Scott Ruderham

Personal information
- Nickname: The Smoke
- Nationality: British (Jersey)
- Born: 25 August 1988 (age 37)

Sport
- Sport: Lawn bowls
- Club: Sun BC

Medal record
Representing Jersey
Atlantic Bowls Championships
| Gold medal – first place | 2015 Paphos | fours |
| Silver medal – second place | 2019 Cardiff | fours |
British Isles Championships
| Gold medal – first place | 2016 Llandrindod | fours |

= Scott Ruderham =

British lawn bowler

Scott Ruderham (born 1988) is an international lawn bowler from Jersey.

==Bowls career==
Ruderham became a British champion in 2016 after winning the fours at the British Isles Bowls Championships.

In 2015 he won the fours gold medal at the Atlantic Bowls Championships and fours years later won a silver medal in the same event at the Championships.
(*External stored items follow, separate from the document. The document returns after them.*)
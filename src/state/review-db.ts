/**
 * Saved reviews in IndexedDB. Each participant (key = recording hash + decomposition hash) keeps a history
 * of review snapshots (review-snapshot.ts), the newest SNAPSHOT_LIMIT of them; `load` gives the newest one
 * holding any work (the resume offer). Every snapshot write goes to the synchronous journal first
 * (review-journal.ts), so a write the page did not live to finish is replayed at the next opening.
 * Decompositions computed in this browser are cached here too. `factory` defaults to the page's
 * `indexedDB`; tests pass fake-indexeddb's.
 */
import type { SavedReview } from './services.ts';
import { createJournal, pageStorage, type ReviewJournal } from './review-journal.ts';
import { SNAPSHOT_LIMIT, hasWork, newestFirst, readSnapshot, type LostPart, type ReviewSnapshot } from './review-snapshot.ts';

const DB_NAME = 'winnow-reviews';
const VERSION = 3;
/** Version 2's one record per participant; read once into the history on upgrade. */
const LEGACY = 'reviews';
const SNAPSHOTS = 'snapshots';
/** Decompositions computed in this browser, as our JSON text, keyed by recording hash + options. */
const DECOMPOSITIONS = 'decompositions';

export interface ReviewDb {
  /** The newest saved snapshot of this participant that holds any work (null when none). */
  load(key: string): Promise<SavedReview | null>;
  /** Saves a review as this participant's "saved directly" snapshot (kept for callers without a history). */
  save(key: string, review: SavedReview): Promise<void>;
  /** Writes a snapshot (journal first, then IndexedDB) and trims the participant's history. */
  saveSnapshot(snapshot: ReviewSnapshot): Promise<void>;
  /** Saved snapshots, newest first (of one participant, or of all), with what could not be read. */
  listSnapshots(key?: string): Promise<{ snapshots: ReviewSnapshot[]; lost: LostPart[] }>;
  /** What the journal replay at opening could not read. */
  readonly journalLost: readonly LostPart[];
  loadDecomposition(key: string): Promise<string | null>;
  saveDecomposition(key: string, json: string): Promise<void>;
  close(): void;
}

/** A storage failure in words the user can act on; `cause` keeps the browser's error. */
export class ReviewStorageError extends Error {
  constructor(
    readonly kind: 'full' | 'interrupted' | 'unavailable',
    message: string,
    override readonly cause?: unknown,
  ) {
    super(message);
    this.name = 'ReviewStorageError';
  }
}

function storageError(e: unknown, doing: string): ReviewStorageError {
  if (e instanceof ReviewStorageError) return e;
  const name = (e as { name?: string } | null)?.name ?? '';
  if (name === 'QuotaExceededError') {
    return new ReviewStorageError('full', `This browser's storage for Winnow is full, so ${doing} failed.`, e);
  }
  if (name === 'AbortError' || name === 'TransactionInactiveError' || name === '') {
    return new ReviewStorageError('interrupted', `The browser interrupted ${doing} before it finished.`, e);
  }
  return new ReviewStorageError('unavailable', `${doing} failed: ${(e as Error)?.message ?? String(e)}`, e);
}

function request<T>(req: IDBRequest<T>): Promise<T> {
  return new Promise((resolve, reject) => {
    req.onsuccess = () => resolve(req.result);
    req.onerror = () => reject(req.error ?? new Error('IndexedDB request failed'));
  });
}

function done(tx: IDBTransaction, doing: string): Promise<void> {
  return new Promise<void>((resolve, reject) => {
    tx.oncomplete = () => resolve();
    // An error on a request aborts the transaction; report once, from onabort, with the transaction's error.
    tx.onerror = (ev) => ev.preventDefault();
    tx.onabort = () => reject(storageError(tx.error ?? { name: 'AbortError' }, doing));
  });
}

export interface OpenOptions {
  /** The synchronous journal (default: the page's localStorage; none in node). */
  readonly journal?: ReviewJournal;
}

export async function openReviewDb(factory: IDBFactory = indexedDB, options: OpenOptions = {}): Promise<ReviewDb> {
  const journal = options.journal ?? createJournal(pageStorage());
  const open = factory.open(DB_NAME, VERSION);
  open.onupgradeneeded = () => {
    const db = open.result;
    if (!db.objectStoreNames.contains(DECOMPOSITIONS)) db.createObjectStore(DECOMPOSITIONS);
    if (!db.objectStoreNames.contains(SNAPSHOTS)) {
      const snaps = db.createObjectStore(SNAPSHOTS, { keyPath: 'id' });
      snaps.createIndex('key', 'key');
      // Version 2 kept one review per participant: each becomes the first snapshot of its history.
      if (db.objectStoreNames.contains(LEGACY)) {
        const legacy = open.transaction!.objectStore(LEGACY);
        const cursor = legacy.openCursor();
        cursor.onsuccess = () => {
          const c = cursor.result;
          if (!c) return;
          const v = c.value as Partial<SavedReview> | null;
          const key = String(c.key);
          if (v && typeof v === 'object' && typeof v.savedAt === 'string') {
            snaps.put({ ...v, id: `${key}#saved`, key, startedAt: v.savedAt, seq: 0, recordingName: null, nComponents: null, origin: 'review' });
          }
          c.continue();
        };
      }
    }
  };
  const db = await new Promise<IDBDatabase>((resolve, reject) => {
    open.onsuccess = () => resolve(open.result);
    open.onerror = () => reject(storageError(open.error, 'opening the saved reviews'));
    // A tab still running an older Winnow holds the database open: say so rather than wait for ever.
    open.onblocked = () =>
      reject(new ReviewStorageError('unavailable', 'Another tab running an older version of Winnow holds the saved reviews open; reload or close it, then saving resumes.'));
  });
  // Another tab upgrading the database: let it, and reopen on next use.
  db.onversionchange = () => db.close();

  const get = async <T>(store: string, key: string): Promise<T | null> => {
    const tx = db.transaction(store, 'readonly');
    const value = (await request(tx.objectStore(store).get(key))) as T | undefined;
    return value ?? null;
  };

  const put = async (store: string, key: string, value: unknown) => {
    const tx = db.transaction(store, 'readwrite');
    const finished = done(tx, 'saving');
    tx.objectStore(store).put(value, key);
    await finished;
  };

  /** Puts the snapshot unless a newer write of it is stored, then drops the participant's oldest beyond the limit. */
  async function writeSnapshot(snapshot: ReviewSnapshot): Promise<void> {
    let tx: IDBTransaction;
    try {
      tx = db.transaction(SNAPSHOTS, 'readwrite');
    } catch (e) {
      throw storageError(e, 'saving the review');
    }
    const finished = done(tx, 'saving the review');
    const store = tx.objectStore(SNAPSHOTS);
    const existing = store.get(snapshot.id);
    existing.onsuccess = () => {
      const held = existing.result as { seq?: unknown } | undefined;
      if (held && typeof held.seq === 'number' && held.seq > snapshot.seq) return;
      store.put(snapshot).onsuccess = () => {
        const all = store.index('key').getAll(snapshot.key);
        all.onsuccess = () => {
          const kept = (all.result as unknown[])
            .map((r, i) => readSnapshot(r, `#${i}`).snapshot)
            .filter((s): s is ReviewSnapshot => s !== null)
            .sort(newestFirst);
          for (const old of kept.slice(SNAPSHOT_LIMIT)) store.delete(old.id);
        };
      };
    };
    await finished;
  }

  async function listSnapshots(key?: string) {
    const tx = db.transaction(SNAPSHOTS, 'readonly');
    const store = tx.objectStore(SNAPSHOTS);
    const [values, keys] = await Promise.all([
      request(key === undefined ? store.getAll() : store.index('key').getAll(key)),
      request(key === undefined ? store.getAllKeys() : store.index('key').getAllKeys(key)),
    ]);
    const snapshots: ReviewSnapshot[] = [];
    const lost: LostPart[] = [];
    values.forEach((v, i) => {
      const read = readSnapshot(v, String(keys[i]));
      if (read.snapshot) snapshots.push(read.snapshot);
      lost.push(...read.lost);
    });
    snapshots.sort(newestFirst);
    return { snapshots, lost };
  }

  // Replay what the journal still holds (writes a previous page did not finish); keep what fails for next time.
  const replay = journal.entries();
  for (const s of replay.snapshots) {
    try {
      await writeSnapshot(s);
      journal.clear(s.id, s.seq);
    } catch {
      /* stays in the journal */
    }
  }

  return {
    async load(key) {
      const { snapshots } = await listSnapshots(key);
      // The journal may hold a newer write of this participant than IndexedDB (a replay that failed).
      const pending = journal.entries().snapshots.filter((s) => s.key === key);
      const best = [...pending, ...snapshots].sort(newestFirst).find((s) => hasWork(s.decisions));
      return best ? { savedAt: best.savedAt, aim: best.aim, ...(best.thresholds ? { thresholds: best.thresholds } : {}), reviewer: best.reviewer, decisions: best.decisions } : null;
    },
    save: (key, review) =>
      writeSnapshot({
        ...review, id: `${key}#saved`, key, startedAt: review.savedAt, seq: Date.now(), recordingName: null, nComponents: null, origin: 'review',
      }),
    async saveSnapshot(snapshot) {
      journal.write(snapshot);
      await writeSnapshot(snapshot);
      journal.clear(snapshot.id, snapshot.seq);
    },
    listSnapshots,
    journalLost: replay.lost,
    loadDecomposition: (key) => get<string>(DECOMPOSITIONS, key),
    saveDecomposition: (key, json) => put(DECOMPOSITIONS, key, json),
    close: () => db.close(),
  };
}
He represented Jersey in the 2016 World Outdoor Bowls Championship in Christchurch, New Zealand, in the pairs and fours.

In 2021 Ruderham won his first Sun Bowls Club Singles Championship. In October 2021, Ruderham was selected to represent Jersey in the 2022 Commonwealth Games being held in Birmingham. He duly competed in the men's triples and the men's fours at the Games.

Ruderham has also represented Jersey at darts, making his debut in 2016.